I immediately identified this as St John of the Cross and tried to talk about the circumstances of those poems and about mysticism. They were having none of that. They felt that the erotic tone did not fit with religion. I told them Mark might be sending me an actual relic of St John of the Cross.

So now I am reflecting on the erotic and religion. There is nothing wrong with the combination. If we were created in God’s image, male and female, sexual beings, then our sexualities are in the image of God’s sexuality.

I was also remembering my directee. After months of going back and forth, in which I said little more than, “did you hear you said should again?” she talked about a spiritual experience that she shouldn’t have had. “Why, Brother Robert,” she said, “it was almost . . . erotic.” And I said, “What’s wrong with that?” Then I was able to help her accept the experience as a gift from God, and to appropriate it.

There has been a discussion in the Magdalen list of contemporary church songs that people hated. One main complaint was that they are just love songs with the name of the beloved changed to the name of God. then someone cited the old hymn that I grew up with, “I Come to the Garden Alone,” and disliking it for the dame reasons. As a child I loved loved loved that song. It spoke to me of my personal experience of Jesus. He was my friend who loved me, when no one else did. And I did come to him in a private space, a kind of rose garden. If this was erotic, it was pre-pubescent eros.
These songs, sentimental or amorous, are part of the Christian mystical tradition. We should criticize them on the basis of taste, for sure, but not the theology.

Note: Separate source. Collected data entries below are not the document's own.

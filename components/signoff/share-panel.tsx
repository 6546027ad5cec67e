'use client';

import { useState } from 'react';
import useSWR from 'swr';
import { Button } from '@/components/ui/button';
import { ConfirmDialog } from '@/components/ui/confirm-dialog';
import { CopyButton } from '@/components/ui/copy-button';
import { DataTable } from '@/components/ui/data-table';
import { Field } from '@/components/ui/field';
import { Notice } from '@/components/ui/notice';
import { NumberField } from '@/components/ui/number-field';
import { api, ApiError, fetcher } from '@/lib/http/client';
import type { ShareJson } from '@/lib/signoff/share-schema';

const day = (iso: string) => iso.slice(0, 10);

/** Read-only links of a fraction: make one, see which there are, end one. */
export function SharePanel({ code, whyNot }: { code: string; whyNot: string | null }) {
  const path = `/api/v1/fractions/${encodeURIComponent(code)}/shares`;
  const { data, mutate } = useSWR<{ items: ShareJson[] }>(path, fetcher);
  const [recipient, setRecipient] = useState('');
  const [days, setDays] = useState('30');
  const [made, setMade] = useState<string | null>(null);
  const [error, setError] = useState<string | null>(null);
  const [ending, setEnding] = useState<ShareJson | null>(null);

  async function attempt(work: () => Promise<void>) {
    setError(null);
    try {
      await work();
      await mutate();
    } catch (problem) {
      setError(problem instanceof ApiError ? problem.detail : 'That did not work. Try again.');
    }
  }
  const make = () =>
    attempt(async () => {
      const body = {
        expiresInDays: Number(days),
        ...(recipient.trim() ? { recipient: recipient.trim() } : {}),
      };
      const answer = await api<ShareJson & { url: string }>(path, { json: body });
      setMade(answer.url);
      setRecipient('');
    });
  return (
    <div className="flex flex-col gap-3">
      <div className="grid gap-3 sm:grid-cols-[1fr_9rem_auto] sm:items-end">
        <Field
          label="For whom"
          optional
          value={recipient}
          onChange={(event) => setRecipient(event.target.value)}
        />
        <NumberField
          label="Lives for"
          unit="days"
          value={days}
          onChange={(event) => setDays(event.target.value)}
        />
        <Button disabledReason={whyNot} onClick={make}>
          Make a link
        </Button>
      </div>
      {error ? (
        <Notice kind="fails" live>
          {error}
        </Notice>
      ) : null}
      {made ? (
        <Notice title="The link, shown this once" live action={<CopyButton text={made} />}>
          <span className="font-mono break-all">{made}</span>
        </Notice>
      ) : null}
      {data && data.items.length > 0 ? (
        <DataTable
          caption="Links of this fraction"
          columns={[
            {
              key: 'for',
              header: 'For',
              rowHeader: true,
              cell: (share: ShareJson) => share.recipient ?? 'not named',
            },
            { key: 'by', header: 'Made by', cell: (share) => share.madeBy },
            {
              key: 'until',
              header: 'Until',
              cell: (share) => (share.revokedAt ? `revoked ${day(share.revokedAt)}` : day(share.expiresAt)),
            },
            {
              key: 'end',
              header: 'End',
              cell: (share) =>
                share.revokedAt ? '' : <Button onClick={() => setEnding(share)}>Revoke</Button>,
            },
          ]}
          rows={data.items}
          rowKey={(share) => share.id}
        />
      ) : null}
      <ConfirmDialog
        open={ending !== null}
        onOpenChange={() => setEnding(null)}
        question={`Revoke the link for ${ending?.recipient ?? 'nobody named'}?`}
        goes="The link, at once: whoever opens it reads that it no longer works."
        stays="The fraction, its evidence and its signatures."
        confirmLabel="Revoke"
        onConfirm={() =>
          attempt(async () => {
            await api(`${path}?id=${ending?.id}`, { method: 'DELETE' });
            setEnding(null);
          })
        }
      />
    </div>
  );
}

And for damned sure, we should not let the anti-erotic bias of some religion hinder us from the love of God.

Psychogeography

Saturday, May 10th, 2008

I see psychogeography primarily in the effect of a place or places on my psyche/spirit.

I am acutely aware of my need for exercise. I keep thinking I should just go for a walk a lot. But I find there is no place to walk to. This in spite of there being sidewalks and lots of housing developments. Why don’t I want to walk, or even bike, there? I think it is the spiritual burden that suburban geography loads down on me. I remember biking once through some housing in Durham NC; it seemed like a necropolis to me. The houses were all like monuments and there were no people present. Both scary and depressing. I didn’t want to be there. And I still don’t.

I didn’t find this kind of oppression in my urban walking. There was variety, there were people, there were things taking place. I once made Tom Shaw angry with me by remarking that what we saw in walks in “nature,” I saw in urban walks, looking in shop windows, looking at the great variety of things going on. He rejected the very idea. I guess he found the urban landscape as rebarbative as I find the suburban.

The other meaning of “no place to walk to” is that there is no destination to go. I like walking here when I have some place to go, some errand to run, some purpose in mind. In a city, I could take just random walks, exploring. Here there is nothing, no one, to explore except my purposive activities.

For me at least, a suburban drive is impossible.